Figure 5. Temporal analysis of scRNA-Seq data of PBMCs from patients with either moderate or severe COVID-19.

(A) Dot plot showing GO enrichment comparison between severe COVID-19 and moderate COVID-19 for each cell type. Each panel represents 1 cell type. The x axis represents severity group; the y axis represents the enriched GO terms; p.adjust represents adjusted P values using Holm-Bonferroni methods; and P values were generated by Fisher’s exact test. Dot size represents gene count. (B) LOESS curve fitting on DDEGs identified from the IFN-I pathway using TrendCatcher from moderate COVID-19 and severe COVID-19. Blue indicates moderate group, and red indicates severe group. The x axis represents time in weeks; the y axis represents the Avg_log₂FC of gene expressions compared with the baseline. (C–F) TimeHeatmap of NK cells from moderate and severe COVID-19, CD8⁺T cells from moderate and severe COVID-19. Each column represents a time window. “0W-1W” represents week 0 (healthy control) to week 1. The “%GO” column represents the percentage of DDEGs found in the corresponding pathway. The “nDDEG” column represents number of DDEGs found in the corresponding pathway. The number in each grid represents the Avg_log₂FC of gene expressions compared with the previous time window. Color represents the Avg_log₂FC of the DDEGs within each time window for the corresponding pathway compared with the previous time window.
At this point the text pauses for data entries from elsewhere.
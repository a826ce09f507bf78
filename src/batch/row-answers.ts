/**
 * Rows of cells in, values of the answer columns out. A row that asks for no more than the lean part of the answer about one
 * surface goes the short way. Any other row, and every row that the short way does not understand, is asked as one question
 * of the one-shot command, so that values, refusals and their words are the same in both.
 */
import type { Answer } from '../answer/answer.ts';
import { isRefusal, type Refusal } from '../medium/refusal.ts';
import { type AnswerColumn, valueAt } from './answer-columns.ts';
import type { HeaderColumn } from './header.ts';
import { type LeanAnswers, leanAnswers, makeRows } from './lean-answer.ts';
import { knowsOptions, LeanReader } from './lean-reader.ts';
import { OptionCells } from './option-cells.ts';
import { type Asking, type Trouble, troubleOf } from './question-column.ts';
import { type Cells, type FixedParts, RowLayout } from './row-layout.ts';

type Evaluated = Trouble | undefined;

export class RowAnswers {
  readonly layout: RowLayout;
  /** The short way, where every row may take it. */
  readonly lean: { readonly answers: LeanAnswers; readonly reader: LeanReader } | undefined;

  private readonly asking: Asking;
  private readonly columns: readonly AnswerColumn[];
  private readonly options: OptionCells;
  private readonly one = makeRows(1);
  private answer: Answer | undefined;

  constructor(
    asking: Asking,
    header: readonly HeaderColumn[],
    fixed: FixedParts,
    columns: readonly AnswerColumn[],
    /** The whole answer is wanted besides. */
    whole = false,
  ) {
    this.asking = asking;
    this.columns = columns;
    this.layout = new RowLayout(header, fixed);
    this.options = new OptionCells(this.layout);
    const answers = whole || !knowsOptions(this.layout) ? undefined : leanAnswers(columns);
    this.lean = answers && { answers, reader: new LeanReader(asking, this.layout, this.options) };
  }

  /** What every row would lack. */
  fault(): Trouble | undefined {
    const answers = this.lean?.answers;
    return this.layout.fault({ from: answers?.needsFrom ?? true, into: answers?.needsInto ?? true });
  }

  /** Answers the row; `value` then gives what the columns ask. */
  evaluate(cells: Cells): Evaluated | Promise<Evaluated> {
    this.answer = undefined;
    const { lean, one } = this;
    if (lean?.reader.read(cells, one, 0) && lean.answers.evaluate(lean.reader.surface, one, 0))
      return undefined;
    return this.ask(cells);
  }

  /** Value of answer column `i` of the row last answered. */
  value(i: number): string | number | boolean | null {
    if (this.answer || !this.lean) return valueAt(this.answer, this.columns[i]!);
    const value = this.lean.answers.valuesOf(this.one, i)[0]! * this.columns[i]!.factor;
    return Number.isFinite(value) ? value : null;
  }

  /** The whole answer to the row, where that was asked. */
  get whole(): Answer | undefined {
    return this.answer;
  }

  /** Which media were answered outside the range of their fits. */
  get outside(): string {
    const { answer, lean } = this;
    if (answer) {
      const outside = answer.cautions.filter(({ code }) => code === 'outside-fit-range');
      return outside.map(({ about }) => about).join(' ');
    }
    return lean?.answers.outside(lean.reader.surface, this.one, 0) ?? '';
  }

  private ask(cells: Cells): Evaluated | Promise<Evaluated> {
    const read = this.options.read(cells);
    if (typeof read !== 'boolean') return read;
    const operands = this.layout.operands(cells);
    if ('code' in operands) return operands;
    const result = this.asking.answer(operands, this.options.values());
    return result instanceof Promise ? result.then((r) => this.keep(r)) : this.keep(result);
  }

  private keep(result: Answer | Refusal): Evaluated {
    if (isRefusal(result)) return troubleOf(result);
    this.answer = result;
    return undefined;
  }
}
Figure 6. Temporal analysis of PBMC scRNA-Seq data from human subjects receiving the SARS-CoV-2 mRNA vaccine.

(A) UMAP of the single-cell transcriptional profile of 1 patient on day 0. Cell types were autoannotated by SingleR. (B) Dot plot of comparison of the top GO terms enriched from cell type–specific DDEGs. The x axis represents cell type with the number of DDEGs shown in the brackets; the y axis represents the enriched GO terms; p.adjust represents adjusted P values using Holm-Bonferroni methods; and P values were generated by Fisher’s exact test. Dot size represents gene ratio. (C) TimeHeatmap of NK cells. Each column represents a time window. “0D-1D” represents day 0 (healthy control) to day 1. The “%GO” column represents the percentage of DDEGs found in the corresponding pathway. The “nDDEG” column represents number of DDEGs found in the corresponding pathway. The number in each grid represents the Avg_log₂FC of gene expressions compared with the previous time window. Color represents the Avg_log₂FC of the DDEGs within each time window for the corresponding pathway. The first dose was administered on day 1, and the second dose was administered on day 21.